RAPIS-1 decayed from orbit on 25 September 2024.

==Payload==
- The NanoBridge based Field Programmable Gate Array (NBFPGA) is a compact FPGA using atomic switches. NBFPGA was developed by NEC Corporation.
- High data rate X-band Transmitter (HXTX) / X-band Middle Gain Antenna (XMGA) was developed by Keio University.
- The Green Propellant Reaction Control System (GPRCS) is a propulsion system to demonstrate the use of less-toxic fuel. GPRCS was developed by Japan Space Systems, a space agency under the Japanese Ministry of Economy, Trade and Industry. GPRCCS uses SHP163 monopropellant, based on hydroxylammonium nitrate.

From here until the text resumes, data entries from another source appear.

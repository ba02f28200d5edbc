"""What a participant had seen before each trial whose odds were not told (``odds_known`` 0).

A learning stream is one subject's untold trials with the same true ``p_survive`` (the
participant is assumed to tell such tasks apart, not to know their odds), taken in the order
of the trial ids. For trial t of a stream, with S_j successful draws and F_j in {0, 1} busts
on trial j:  seen_success(t) = sum_{j < t} S_j,  seen_fail(t) = sum_{j < t} F_j.
Trials whose odds were told get 0 and 0.
"""

from __future__ import annotations

import numpy as np
import pandas as pd


def trial_outcome_counts(
    trial: np.ndarray, draw: np.ndarray, bust: np.ndarray, n_trials: int
) -> tuple[np.ndarray, np.ndarray]:
    """(S_t, F_t) per global trial: successful draws and busts (rows: draw flag, bust flag)."""
    success = np.bincount(trial, weights=draw * (1.0 - bust), minlength=n_trials)
    fail = np.bincount(trial, weights=bust, minlength=n_trials)
    return success, fail


def seen_before(
    stream: np.ndarray, untold: np.ndarray, success: np.ndarray, fail: np.ndarray
) -> tuple[np.ndarray, np.ndarray]:
    """Per trial (global index, already in subject-then-trial-id order): the sums of S and F
    over earlier untold trials of the same ``stream`` key; 0 for told trials."""
    frame = pd.DataFrame(
        {
            "stream": stream,
            "s": np.where(untold, success, 0.0),
            "f": np.where(untold, fail, 0.0),
        }
    )
    grouped = frame.groupby("stream", sort=False)
    seen_s = grouped["s"].cumsum().to_numpy() - frame["s"].to_numpy()
    seen_f = grouped["f"].cumsum().to_numpy() - frame["f"].to_numpy()
    return np.where(untold, seen_s, 0.0), np.where(untold, seen_f, 0.0)
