"""A fast path for clean decision-level Parquet parts: read a part (with its seams) as Arrow
arrays (``arrow_parts``), screen it with whole-column numpy checks and, when the screen finds
nothing, hand back the part's summary and key arrays without building a pandas frame.

The screen vouches for a part only when the full validator (``partitioned.check_part``, i.e.
``validate.check_source`` on the same rows) would find no problem there; it writes no
messages. A part it cannot vouch for gets ``None``, and the caller runs the full validator on
it, whose report names file, line, column and expectation as always. That covers a failing
check as well as anything the screen does not model: contest, pool, sequential or
trial-level columns; text in a numeric column; blank, missing or unknown labels; nested
cells; an index stored by pandas; seams whose keys mix types. So the messages stay the
validator's own, and a clean part costs one Parquet read and a few numpy passes.

A clean part, as the validator checks it (rows of each trial in step order):

- subject: an integer or a text label that is not whitespace-only, never missing;
- trial: an integer with |trial| < 2^53; step: an integer, 0 <= step <= MAX_STEPS_PER_TRIAL;
- 0 < p_survive < 1; 0 < gain < inf; start finite; 0 <= bust_keep <= 1 (no empties);
- action 'draw' or 'stop'; outcome 'success' or 'bust' after a draw and missing after a stop;
- bank, where given, within ``np.isclose(bank, start + step * gain, rtol=1e-6, atol=1e-9)``;
- each trial's rows contiguous with steps 0, 1, 2, ...; no (subject, trial) in two blocks;
  p_survive, gain, start and bust_keep constant within a trial; nothing after a stop or a
  bust, and the last row a stop or a bust unless censored trials are allowed.

The screen asks for more than the validator in one respect: rows must come trial by trial in
step order (the validator sorts them first). A part in another order is still valid; it is
merely left to the validator.
"""

from __future__ import annotations

from collections.abc import Sequence
from dataclasses import dataclass

import numpy as np
import pandas as pd
import pyarrow as pa

from . import columns as C
from .arrow_parts import batch_table, column_array, column_values, subject_codes, text_codes
from .checks_sequences import BANK_ATOL, BANK_RTOL
from .checks_stopping import EXACT_ID
from .limits import MAX_STEPS_PER_TRIAL
from .partitioned import PartCheck, check_part

NUMERIC_COLUMNS = ("trial", "step", "p_survive", "gain", "bank", "start", "bust_keep")
DESIGN_COLUMNS = ("p_survive", "gain", "start", "bust_keep")  # constant within a trial
OUTCOME_EMPTY = len(C.OUTCOMES)  # outcome code of a missing outcome (after a stop)
STOP = C.ACTIONS.index("stop")
BUST = C.OUTCOMES.index("bust")


@dataclass(frozen=True)
class KeyArrays:
    """The rows of a clean part as the count reduction reads them: per row the subject code
    (into ``subject_labels``), the design values (start and bust_keep 0 when absent), step,
    action code (into ``columns.ACTIONS``) and outcome code (into ``columns.OUTCOMES``, or
    ``OUTCOME_EMPTY``); ``trial_start`` marks each trial's first row."""

    subject_codes: np.ndarray
    subject_labels: np.ndarray
    p_survive: np.ndarray
    gain: np.ndarray
    start: np.ndarray
    bust_keep: np.ndarray
    step: np.ndarray
    action: np.ndarray
    outcome: np.ndarray
    trial_start: np.ndarray

    @property
    def n_rows(self) -> int:
        return len(self.step)


@dataclass(frozen=True)
class FastPart:
    """A part the screen vouches for: its check (no problem) and its key arrays."""

    check: PartCheck
    keys: KeyArrays


def whole_numbers(values: np.ndarray) -> np.ndarray | bool:
    """Finite values without a fractional part (NaN and inf fail); integer arrays pass."""
    if values.dtype.kind in "iu":
        return True
    with np.errstate(invalid="ignore"):
        return np.isfinite(values) & (np.floor(values) == values)


def values_in_range(numbers: dict[str, np.ndarray]) -> bool:
    """Every cell of the numeric fast columns as the validator's ``Checker.numeric`` accepts
    it (bounds and integer rules of checks_stopping; a NaN fails every comparison; integers
    below 2^53 compare alike as int64 and as the validator's float64)."""
    trial, step = numbers["trial"], numbers["step"]
    p, gain = numbers["p_survive"], numbers["gain"]
    with np.errstate(invalid="ignore"):
        checks = [
            whole_numbers(trial) & (trial > -EXACT_ID) & (trial < EXACT_ID),
            whole_numbers(step) & (step >= 0) & (step <= MAX_STEPS_PER_TRIAL),
            (p > 0.0) & (p < 1.0),
            (gain > 0.0) & np.isfinite(gain),
        ]
        if "start" in numbers:
            checks.append(np.isfinite(numbers["start"]))
        if "bust_keep" in numbers:
            checks.append((numbers["bust_keep"] >= 0.0) & (numbers["bust_keep"] <= 1.0))
    return all(bool(np.all(c)) for c in checks)


def trial_blocks(subject: np.ndarray, trial: np.ndarray) -> np.ndarray | None:
    """First-row-of-trial flags for rows that come trial by trial; None when a (subject,
    trial) key shows up in two separate blocks (the validator would merge them)."""
    new = np.ones(len(subject), dtype=bool)
    np.not_equal(subject[1:], subject[:-1], out=new[1:])
    new[1:] |= trial[1:] != trial[:-1]
    starts = np.flatnonzero(new)
    keys_s, keys_t = subject[starts], trial[starts]
    order = np.lexsort((keys_t, keys_s))
    s, t = keys_s[order], keys_t[order]
    if bool(((s[1:] == s[:-1]) & (t[1:] == t[:-1])).any()):
        return None
    return new


def sequences_clean(
    new: np.ndarray,
    numbers: dict[str, np.ndarray],
    action: np.ndarray,
    outcome: np.ndarray,
    allow_censored: bool,
) -> bool:
    """Steps 0, 1, 2, ... within each trial; design columns constant; labels consistent
    (an outcome after each draw, none after a stop); the trial ends at its last row."""
    step = numbers["step"]
    starts = new[1:]
    if not bool((step[new] == 0).all()) or not bool(((step[1:] - step[:-1] == 1) | starts).all()):
        return False
    for name in DESIGN_COLUMNS:
        values = numbers.get(name)
        if values is not None and not bool(((values[1:] == values[:-1]) | starts).all()):
            return False
    if bool((action < 0).any() or (outcome < 0).any()):
        return False
    stops = action == STOP
    if bool((stops != (outcome == OUTCOME_EMPTY)).any()):
        return False
    terminal = stops | (outcome == BUST)
    last = np.r_[starts, True]
    if bool((terminal & ~last).any()):
        return False
    return allow_censored or bool((terminal | ~last).all())


def bank_clean(numbers: dict[str, np.ndarray], start: np.ndarray) -> bool:
    """Where a bank is given: bank = start + step * gain within the validator's tolerance
    (``checks_sequences.check_bank``, the same float64 arithmetic)."""
    if "bank" not in numbers:
        return True
    bank = np.asarray(numbers["bank"], dtype=np.float64)
    step = np.asarray(numbers["step"], dtype=np.float64)
    expected = start + step * np.asarray(numbers["gain"], dtype=np.float64)
    usable = ~np.isnan(bank)
    close = np.isclose(bank, expected, rtol=BANK_RTOL, atol=BANK_ATOL)
    return not bool((usable & ~close).any())


def as_float(values: np.ndarray) -> np.ndarray:
    return np.asarray(values, dtype=np.float64)


def screen_table(table: pa.Table, allow_censored: bool) -> KeyArrays | None:
    """The key arrays of a batch when every condition of the module docstring holds."""
    subjects = subject_codes(column_array(table, "subject"))
    if subjects is None:
        return None
    numbers = {
        name: column_values(column_array(table, name))
        for name in NUMERIC_COLUMNS
        if name in table.column_names
    }
    if not values_in_range(numbers):
        return None
    action = text_codes(column_array(table, "action"), C.ACTIONS, -1)
    outcome = text_codes(column_array(table, "outcome"), C.OUTCOMES, OUTCOME_EMPTY)
    new = trial_blocks(subjects[0], numbers["trial"])
    if new is None or not sequences_clean(new, numbers, action, outcome, allow_censored):
        return None
    zeros = np.zeros(table.num_rows)
    start = as_float(numbers.get("start", zeros))
    if not bank_clean(numbers, start):
        return None
    return KeyArrays(
        subject_codes=subjects[0],
        subject_labels=subjects[1],
        p_survive=as_float(numbers["p_survive"]),
        gain=as_float(numbers["gain"]),
        start=start,
        bust_keep=as_float(numbers.get("bust_keep", zeros)),
        step=np.asarray(numbers["step"], dtype=np.int64),
        action=action,
        outcome=outcome,
        trial_start=new,
    )


def part_summary(keys: KeyArrays) -> PartCheck:
    """The check of a clean part as ``partitioned.check_part`` summarises it: rows, subjects
    seen, trials and the distinct p_survive and gain values."""
    used = np.bincount(keys.subject_codes, minlength=len(keys.subject_labels)) > 0
    firsts = np.flatnonzero(keys.trial_start)
    values = {
        name: set(pd.unique(getattr(keys, name)[firsts]).tolist()) for name in ("p_survive", "gain")
    }
    subjects = set(keys.subject_labels[used].tolist())
    return PartCheck([], {}, keys.n_rows, C.DECISIONS, subjects, len(firsts), values)


def screen_part(
    parts: Sequence[str], k: int, kind: str | None = None, allow_censored: bool = False
) -> FastPart | None:
    """Part k (with its seams) when the screen vouches for it (module docstring), else None:
    then the full validator must check it."""
    table = batch_table(parts, k, kind)
    if table is None:
        return None
    keys = screen_table(table, bool(allow_censored))
    if keys is None:
        return None
    return FastPart(part_summary(keys), keys)


def check_part_summary(
    parts: Sequence[str],
    index: int,
    kind: str | None = None,
    allow_censored: bool = False,
    max_per_kind: int = 20,
    fast: bool = True,
) -> PartCheck:
    """One task of a validation pass: part ``index`` (with its seams) screened on Arrow
    arrays when ``fast`` and the screen vouches for it, else checked by the full validator
    (every problem with file, line, column and expectation)."""
    if fast and max_per_kind >= 1:
        screened = screen_part(parts, index, kind, allow_censored)
        if screened is not None:
            return screened.check
    return check_part(parts, index, kind, allow_censored, max_per_kind)[0]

- The Space Particle Monitor (SPM) was developed by Japan Space Systems, and is an orbital environment monitor using commercial-off-the-shelf products. Most orbital measuring instruments thus far were designed for large satellites and are bulky and costly, while SPM is small, light, and inexpensive, making it suitable for small satellites to carry. According to Japan Space Systems, by monitoring radiation SPM will help determine the cause of satellite failures.
- The Deep Learning Attitude Sensor (DLAS) is a dual use Earth sensor and star tracker applying deep learning. DLAS uses a camera for mobile phones. Images taken will be analyzed by deep learning, and the results will be sent to ground stations, effectively conducting edge computing in space. DLAS was developed by Tokyo Institute of Technology (TITech), and is aiming for commercialization.
- The Thin Membrane Solar Array Paddle (TMSAP) is a thin-film solar cell that will be unfolded in space. It consists of five panels, each with one-fifths the weight of traditional honeycomb rigid panels. TMSAP was developed by JAXA.
- Fireant (Miniature Spaceborne GNSS Receiver) was developed by Chubu University.